Disable SMB2 for 3.6?
jra at samba.org
Thu Jul 7 11:12:26 MDT 2011
On Thu, Jul 07, 2011 at 04:54:23PM +0200, Volker Lendecke wrote:
> On Thu, Jul 07, 2011 at 04:48:52PM +0200, Stefan (metze) Metzmacher wrote:
> > > In response to a user bug report I've discovered a deep
> > > architectural flaw in our SMB2 server: The credential
> > > handling is not cleanly done in a central place but spread
> > > out over way too many places. The symptom is that a
> > > secondary tcon happens to be called as the user who has
> > > issued the last SMB2 request, not as root as it has been
> > > done in SMB1. This breaks quite some assumptions deep inside
> > > our code. Finding such an architectural flaw at this late
> > > stage in the release process scares me to death. So I would
> > > strongly recommend that we disable compiling SMB2 in by
> > > default and only enable it as highly experimental for 3.6.0.

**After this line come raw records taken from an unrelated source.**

/// Source: scikit-learn `calibration_curve(strategy="uniform", n_bins=10)`.
#[test]
fn calibration_table_matches_scikit_learn() {
    let f = fixture("metrics_breast_cancer.json");
    let p = floats(&f["calibration_probs"]);
    let y = bools(&f["labels"]);
    let table = metrics::calibration_table(&p, &y, 10);
    let obs = floats(&f["calibration_observed"]);
    let mean = floats(&f["calibration_mean_predicted"]);
    assert_eq!(table.len(), obs.len());
    for (i, b) in table.iter().enumerate() {
        close(b.observed_rate, obs[i], 1e-12, &format!("observed[{i}]"));
        close(
            b.mean_predicted,
            mean[i],
            1e-12,
            &format!("mean predicted[{i}]"),
        );
    }
}

/// Source: scikit-learn `KMeans(init=rows 0, 50, 100 of iris, n_init=1, algorithm="lloyd")`
/// on Fisher's iris as bundled in scikit-learn. scikit-learn's `inertia_` is a sum of squared
/// distances; linfa reports the mean, weir stores the sum.
#[test]
fn kmeans_matches_scikit_learn_on_iris() {
    let f = fixture("kmeans_iris.json");
    let x = matrix(&f["x"]);
    let mut s = KMeansSettings::new(3, 0);
    s.init = Some(matrix(&f["init"]));
    s.tolerance = 1e-12;
    s.max_iterations = 1000;
    let m = OutlierModel::fit(x.view(), &s).unwrap();
    let want = matrix(&f["centres"]);
    for (i, c) in m.centres.iter().enumerate() {
        for (j, v) in c.iter().enumerate() {
            close(*v, want[[i, j]], 1e-9, &format!("centre[{i}][{j}]"));
        }
    }
    close(
        m.inertia,
        f["inertia_sum"].as_f64().unwrap(),
        1e-8,
        "inertia (sum)",
    );
    let labels: Vec<u64> = f["labels"]
        .as_array()
        .unwrap()
        .iter()
        .map(|v| v.as_u64().unwrap())
        .collect();
    for k in 0..3u64 {
        let n = labels.iter().filter(|&&l| l == k).count() as u64;
        assert_eq!(m.sizes[k as usize], n, "cluster {k} size");
    }
}

/// Source: scikit-learn `LogisticRegression(C=1/alpha, solver="lbfgs", tol=1e-12)` on the
/// standardised breast cancer data. Malignant (the positive class) is the *less* frequent
/// class, so a solver that mixed up which class is positive would fail here.
#[test]
fn logistic_regression_matches_scikit_learn_on_breast_cancer() {
    let f = fixture("logistic_breast_cancer.json");
    let z = matrix(&f["z"]);
    let y = bools(&f["y"]);
    for fit in f["fits"].as_array().unwrap() {
        let alpha = fit["alpha"].as_f64().unwrap();
        let ours = Logistic::fit(z.view(), &y, alpha).unwrap();
        let coef = floats(&fit["coef"]);
        // Both solve the same strictly convex problem (scikit-learn's L-BFGS with tol 1e-12,
        // which also stops on a small relative change of the objective; weir's Newton to a
        // gradient of 1e-10 per row); the coefficients agree to about 1e-6.
        for (i, (a, b)) in ours.coef.iter().zip(&coef).enumerate() {
            close(*a, *b, 1e-5, &format!("alpha {alpha} coef[{i}]"));
        }
        close(
            ours.intercept,
            fit["intercept"].as_f64().unwrap(),
            1e-5,
            "intercept",
        );
        let proba = floats(&fit["proba"]);
        for (i, row) in z.outer_iter().enumerate() {
            let p = sigmoid(ours.margin(&row.to_vec()));
            close(p, proba[i], 1e-6, &format!("alpha {alpha} proba[{i}]"));
        }
    }
}
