// For fuzz targets whose parser reads a file: the input written to one scratch file per process
// (under $TMPDIR, default /tmp), overwritten by each input and removed at exit.
// Thread safety: one fuzzing thread per process, as libFuzzer runs.
#pragma once

#include <cstddef>
#include <cstdint>
#include <string>

namespace chorus::fuzz {

// Writes data[0, size) to the scratch file with `suffix` and returns its path; aborts if the
// file cannot be written (the fuzzer cannot go on without it).
std::string WriteScratchFile(const uint8_t* data, size_t size, const std::string& suffix);

}  // namespace chorus::fuzz
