// Fuzz target: CSV text through both readers, ParseCsv (whole file, training data) and CsvReader
// (record by record, predict input). Besides not crashing, they must agree: when ParseCsv accepts
// the text, CsvReader reads the same header and the same records, starting on the same lines,
// with no problem on any of them.
#include <cstdlib>
#include <string_view>

#include "common/csv.h"
#include "common/csv_reader.h"
#include "tests/fuzz/fuzz_file.h"

extern "C" int LLVMFuzzerTestOneInput(const uint8_t* data, size_t size) {
  using namespace chorus;
  const StatusOr<CsvTable> table =
      ParseCsv(std::string_view(reinterpret_cast<const char*>(data), size), "fuzz.csv");
  const std::string path = fuzz::WriteScratchFile(data, size, ".csv");
  StatusOr<std::unique_ptr<CsvReader>> reader = CsvReader::Open(path);
  if (!table.ok()) {
    if (!reader.ok()) return 0;
    CsvRecord record;  // read on: a record-level problem is fine, a crash is not
    while (true) {
      const StatusOr<bool> more = reader.value()->Next(&record);
      if (!more.ok() || !more.value()) return 0;
    }
  }
  if (!reader.ok()) std::abort();  // ParseCsv accepted a header CsvReader refuses
  const CsvTable& t = table.value();
  if (reader.value()->header() != t.header || reader.value()->header_line() != t.header_line) std::abort();
  CsvRecord record;
  for (size_t r = 0; r < t.rows.size(); ++r) {
    const StatusOr<bool> more = reader.value()->Next(&record);
    if (!more.ok() || !more.value() || !record.problem.ok()) std::abort();
    if (record.fields != t.rows[r] || record.line != t.lines[r]) std::abort();
  }
  const StatusOr<bool> more = reader.value()->Next(&record);
  if (!more.ok() || more.value()) std::abort();  // CsvReader found a record ParseCsv did not
  return 0;
}
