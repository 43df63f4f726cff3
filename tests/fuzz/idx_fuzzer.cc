// Fuzz target: IDX bytes, plain or gzip, through both readers: ReadIdx (the whole file, training
// data) and IdxReader (row batches, predict input). When ReadIdx accepts a file, IdxReader must
// give the same rows with the same values.
#include <algorithm>
#include <cstdlib>
#include <cstring>
#include <vector>

#include "common/idx.h"
#include "common/idx_reader.h"
#include "tests/fuzz/fuzz_file.h"

extern "C" int LLVMFuzzerTestOneInput(const uint8_t* data, size_t size) {
  using namespace chorus;
  const std::string path = fuzz::WriteScratchFile(data, size, ".idx");
  const StatusOr<IdxArray> whole = ReadIdx(path);
  StatusOr<std::unique_ptr<IdxReader>> reader = IdxReader::Open(path);
  if (!reader.ok()) {
    if (whole.ok() && whole.value().dims.size() > 0 &&
        whole.value().values.size() / static_cast<size_t>(whole.value().dims[0]) <=
            static_cast<size_t>(IdxReader::kMaxRowElements)) {
      std::abort();  // ReadIdx accepted a file IdxReader refuses
    }
    return 0;
  }
  IdxReader& r = *reader.value();
  const int64_t batch_rows = std::max<int64_t>(1, std::min<int64_t>(64, (int64_t{1} << 16) / r.RowElements()));
  std::vector<float> batch(static_cast<size_t>(batch_rows * r.RowElements()));
  std::vector<float> rows_read;
  while (true) {
    const StatusOr<int64_t> got = r.Read(batch_rows, batch.data());
    if (!got.ok()) {
      if (whole.ok()) std::abort();  // IdxReader failed on a file ReadIdx accepted
      return 0;
    }
    if (got.value() == 0) break;
    rows_read.insert(rows_read.end(), batch.begin(), batch.begin() + got.value() * r.RowElements());
  }
  if (whole.ok() && (rows_read.size() != whole.value().values.size() ||
                     std::memcmp(rows_read.data(), whole.value().values.data(),
                                 rows_read.size() * sizeof(float)) != 0)) {
    std::abort();
  }
  return 0;
}
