// Fuzz target: bytes as a bundle file (proto/bundle_codec.h DecodeBundleFile, what `chorus
// predict` reads). The first input byte chooses how the rest is read: even, as the whole file
// (header, payload, checksum as they come); odd, as the payload, framed here with a valid header
// and checksum so that mutations reach the message decoding and the bundle checks behind the
// checksum (docs/bundle_format.md). An accepted bundle must be usable: the predictor builds from it (within a
// sample memory bound) and predicts a row of zeros with finite probabilities or moments.
#include <cmath>
#include <cstdlib>
#include <string>
#include <string_view>

#include "common/predictor.h"
#include "common/sha256.h"
#include "proto/bundle_codec.h"

extern "C" int LLVMFuzzerTestOneInput(const uint8_t* data, size_t size) {
  using namespace chorus;
  if (size == 0) return 0;
  const std::string_view rest(reinterpret_cast<const char*>(data) + 1, size - 1);
  std::string bytes(rest);
  if ((data[0] & 1) == 1) {
    bytes = std::string("\x89" "CHORUS\n", 8);
    for (const uint64_t field : {uint64_t{kBundleFormatVersion}, uint64_t{rest.size()}}) {
      for (size_t i = 0; i < (bytes.size() == 8 ? 4u : 8u); ++i) bytes += static_cast<char>(field >> (8 * i));
    }
    bytes += rest;
    bytes += Sha256Hex(rest.data(), rest.size());
  }
  const StatusOr<BundleFile> file = DecodeBundleFile(bytes, "fuzz.chorus");
  if (!file.ok()) return 0;
  const StatusOr<Predictor> predictor =
      Predictor::Create(file.value().bundle, nullptr, /*max_sample_bytes=*/int64_t{64} << 20);
  if (!predictor.ok()) return 0;  // refused for its memory, with a message
  const Matrix x = Matrix::Zero(1, predictor.value().Features());
  const Prediction p = predictor.value().Predict(x);
  if (predictor.value().task() == Task::kClassification) {
    if (!std::isfinite(p.classification.probabilities.sum())) std::abort();
  } else if (!std::isfinite(p.regression.mean[0]) || !std::isfinite(p.regression.total_std[0])) {
    std::abort();
  }
  return 0;
}
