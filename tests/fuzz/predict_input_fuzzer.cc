// Fuzz target: a file as `chorus predict` input (common/prediction_input.h, format auto: IDX when
// it starts with two zero bytes, else CSV), read in batches with bad rows skipped, for one of two
// bundles' preprocessing chosen by the first input byte: CSV columns a (numeric), b (categorical:
// x, y) and c (numeric) with target t; or IDX-like numeric columns x0..x3. Every row read must
// be finite after standardisation, and ids must increase.
#include <cmath>
#include <cstdlib>

#include "common/bundle.h"
#include "common/prediction_input.h"
#include "tests/fuzz/fuzz_file.h"

namespace {

chorus::Preprocessing MakePreprocessing(bool csv) {
  chorus::Preprocessing p;
  if (csv) {
    p.format = "csv";
    p.target = "t";
    p.plan.columns = {{"a", false, 0}, {"b", true, 0}, {"c", false, 1}};
    p.plan.categorical = {{"b", {"x", "y"}}};
  } else {
    p.format = "idx";
    for (int j = 0; j < 4; ++j) p.plan.columns.push_back({"x" + std::to_string(j), false, j});
  }
  p.standardizer.mean.assign(4, 0.5f);
  p.standardizer.scale.assign(4, 2.0f);
  return p;
}

}  // namespace

extern "C" int LLVMFuzzerTestOneInput(const uint8_t* data, size_t size) {
  using namespace chorus;
  if (size == 0) return 0;
  static const Preprocessing kCsv = MakePreprocessing(true), kIdx = MakePreprocessing(false);
  const Preprocessing& p = (data[0] & 1) == 0 ? kCsv : kIdx;
  const std::string path = fuzz::WriteScratchFile(data + 1, size - 1, ".input");
  StatusOr<std::unique_ptr<InputReader>> reader = InputReader::Open(path, InputFormat::kAuto, p);
  if (!reader.ok()) return 0;
  const BadRowFn skip = [](const Status&) { return Status::Ok(); };
  InputBatch batch;
  int64_t last_id = -1;
  while (true) {
    const StatusOr<bool> more = reader.value()->Next(8, skip, &batch);
    if (!more.ok() || !more.value()) return 0;
    if (batch.x.cols() != 4 || batch.x.rows() != static_cast<int64_t>(batch.ids.size())) std::abort();
    for (int64_t r = 0; r < batch.x.rows(); ++r) {
      if (batch.ids[r] <= last_id) std::abort();
      last_id = batch.ids[r];
      for (int64_t c = 0; c < 4; ++c) {
        if (!std::isfinite(batch.x(r, c))) std::abort();
      }
    }
  }
}
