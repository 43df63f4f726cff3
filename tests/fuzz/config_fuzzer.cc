// Fuzz target: YAML text through the config loader, with the validation `chorus run` applies
// (coordinator/config_loader.h ParseConfig). An accepted config must survive the round trip a
// run relies on for resume: its resolved YAML (config.yaml in the run directory) parses again to
// a config with the same hash.
#include <cstdlib>
#include <string>

#include "coordinator/config_loader.h"

extern "C" int LLVMFuzzerTestOneInput(const uint8_t* data, size_t size) {
  using namespace chorus;
  const std::string text(reinterpret_cast<const char*>(data), size);
  const StatusOr<Config> config = ParseConfig(text, "/fuzz/config.yaml");
  if (!config.ok()) return 0;
  const StatusOr<Config> again = ParseConfig(ConfigToYaml(config.value()), "/fuzz/config.yaml");
  if (!again.ok() || ConfigHash(again.value()) != ConfigHash(config.value())) std::abort();
  return 0;
}
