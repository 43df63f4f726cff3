// Fuzz target: a file as CSV, read both ways chorus reads CSV: ReadCsv (training data: the
// first malformed record ends the reading) and CsvReader going on past malformed records (predict
// with --skip-bad-rows). Besides not crashing: when ReadCsv accepts the file, its rows are
// exactly the records CsvReader returns, none with a problem; when it refuses a file whose header
// CsvReader accepts, CsvReader meets a problem or an error too.
#include <cstdlib>

#include "common/csv.h"
#include "common/csv_reader.h"
#include "tests/fuzz/fuzz_file.h"

extern "C" int LLVMFuzzerTestOneInput(const uint8_t* data, size_t size) {
  using namespace chorus;
  const std::string path = fuzz::WriteScratchFile(data, size, ".csv");
  const int64_t max_record_bytes = 4096;  // small, so that the bound is reached too
  const StatusOr<CsvTable> table = ReadCsv(path, max_record_bytes);
  StatusOr<std::unique_ptr<CsvReader>> reader = CsvReader::Open(path, max_record_bytes);
  if (!reader.ok()) {
    if (table.ok()) std::abort();  // ReadCsv accepted a header CsvReader refuses
    return 0;
  }
  size_t rows = 0;
  bool trouble = false;
  CsvRecord record;
  while (true) {
    const StatusOr<bool> more = reader.value()->Next(&record);
    if (!more.ok()) {
      trouble = true;
      break;
    }
    if (!more.value()) break;
    if (!record.problem.ok()) {
      trouble = true;
      continue;
    }
    if (table.ok() && (rows >= table.value().rows.size() || record.fields != table.value().rows[rows] ||
                       record.line != table.value().lines[rows])) {
      std::abort();
    }
    ++rows;
  }
  if (table.ok() && (trouble || rows != table.value().rows.size())) std::abort();
  if (!table.ok() && !trouble && rows > 0) std::abort();  // refused a file that reads cleanly
  return 0;
}
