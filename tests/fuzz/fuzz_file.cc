#include "tests/fuzz/fuzz_file.h"

#include <unistd.h>

#include <cstdio>
#include <cstdlib>
#include <set>

namespace chorus::fuzz {
namespace {

// Every scratch file made, removed by an atexit handler.
std::set<std::string>& ScratchFiles() {
  static std::set<std::string> files;
  static const bool registered = [] {
    return std::atexit([] {
      for (const std::string& f : ScratchFiles()) std::remove(f.c_str());
    }) == 0;
  }();
  (void)registered;
  return files;
}

}  // namespace

std::string WriteScratchFile(const uint8_t* data, size_t size, const std::string& suffix) {
  const char* tmp = std::getenv("TMPDIR");
  const std::string path = std::string(tmp != nullptr && *tmp != '\0' ? tmp : "/tmp") +
                           "/chorus-fuzz-" + std::to_string(getpid()) + suffix;
  ScratchFiles().insert(path);
  std::FILE* f = std::fopen(path.c_str(), "wb");
  if (f == nullptr || (size > 0 && std::fwrite(data, 1, size, f) != size) || std::fclose(f) != 0) {
    std::perror(path.c_str());
    std::abort();
  }
  return path;
}

}  // namespace chorus::fuzz
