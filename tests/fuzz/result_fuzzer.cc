// Fuzz target: what a worker uploads. The input is a stream of length-delimited ResultChunk
// messages (service.proto), reassembled as the coordinator does (proto/result_upload.h), and the
// payload bytes decoded as a job result (proto/result_codec.h) with the hashes it names, so the
// decoder's checks past the hash comparison are reached too.
#include <google/protobuf/io/coded_stream.h>
#include <google/protobuf/io/zero_copy_stream_impl_lite.h>
#include <google/protobuf/util/delimited_message_util.h>

#include <string>

#include "job.pb.h"
#include "proto/result_codec.h"
#include "proto/result_upload.h"

extern "C" int LLVMFuzzerTestOneInput(const uint8_t* data, size_t size) {
  using namespace chorus;
  google::protobuf::io::ArrayInputStream in(data, static_cast<int>(size));
  ResultUpload upload(/*max_bytes=*/int64_t{1} << 20);
  std::string payload;
  wire::ResultChunk chunk;
  bool clean_eof = false;
  while (google::protobuf::util::ParseDelimitedFromZeroCopyStream(&chunk, &in, &clean_eof)) {
    payload += chunk.payload();
    if (!upload.Add(chunk).ok()) break;
  }
  (void)upload.Finish();
  wire::JobResult named;
  if (!named.ParseFromString(payload)) return 0;
  (void)DecodeJobResult(payload, "fuzz result", named.data_hash(), named.config_hash());
  return 0;
}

> > This patch should fix the problem:
> > http://gitweb.samba.org/?p=metze/samba/wip.git;a=commitdiff;h=f2806cca536de82739
> It might fix it, but the fact that this went undetected for
> so long makes this non-shippable IMO.
So I've been thinking about this. The reason it went undetected
for so long is that mostly it's not an issue for correctness for
the client. Most clients are single credential connections for
most of the time.
Sure, it's a mistake and has to be fixed at the top level (in
the same way as we have the AS_USER flag in SMB1), but it isn't
a "the sky is falling" bug as you're saying here.
If we control this at the top level dispatch table, as metze's
patch does (and is the same way it's done in SMB1) then I don't
think we're in worse shape than SMB1.
The underlying issue (IMHO) is that the torture suite doesn't
assume root level access to do credential control. We need a
separate set of tests that test *real* credential changing
that can only be run as root - which aren't run on every check-in,
but that senior developers on a subsystem guarentee to run as root
on their own machines on no less than a weekly basis.
How does this sound ?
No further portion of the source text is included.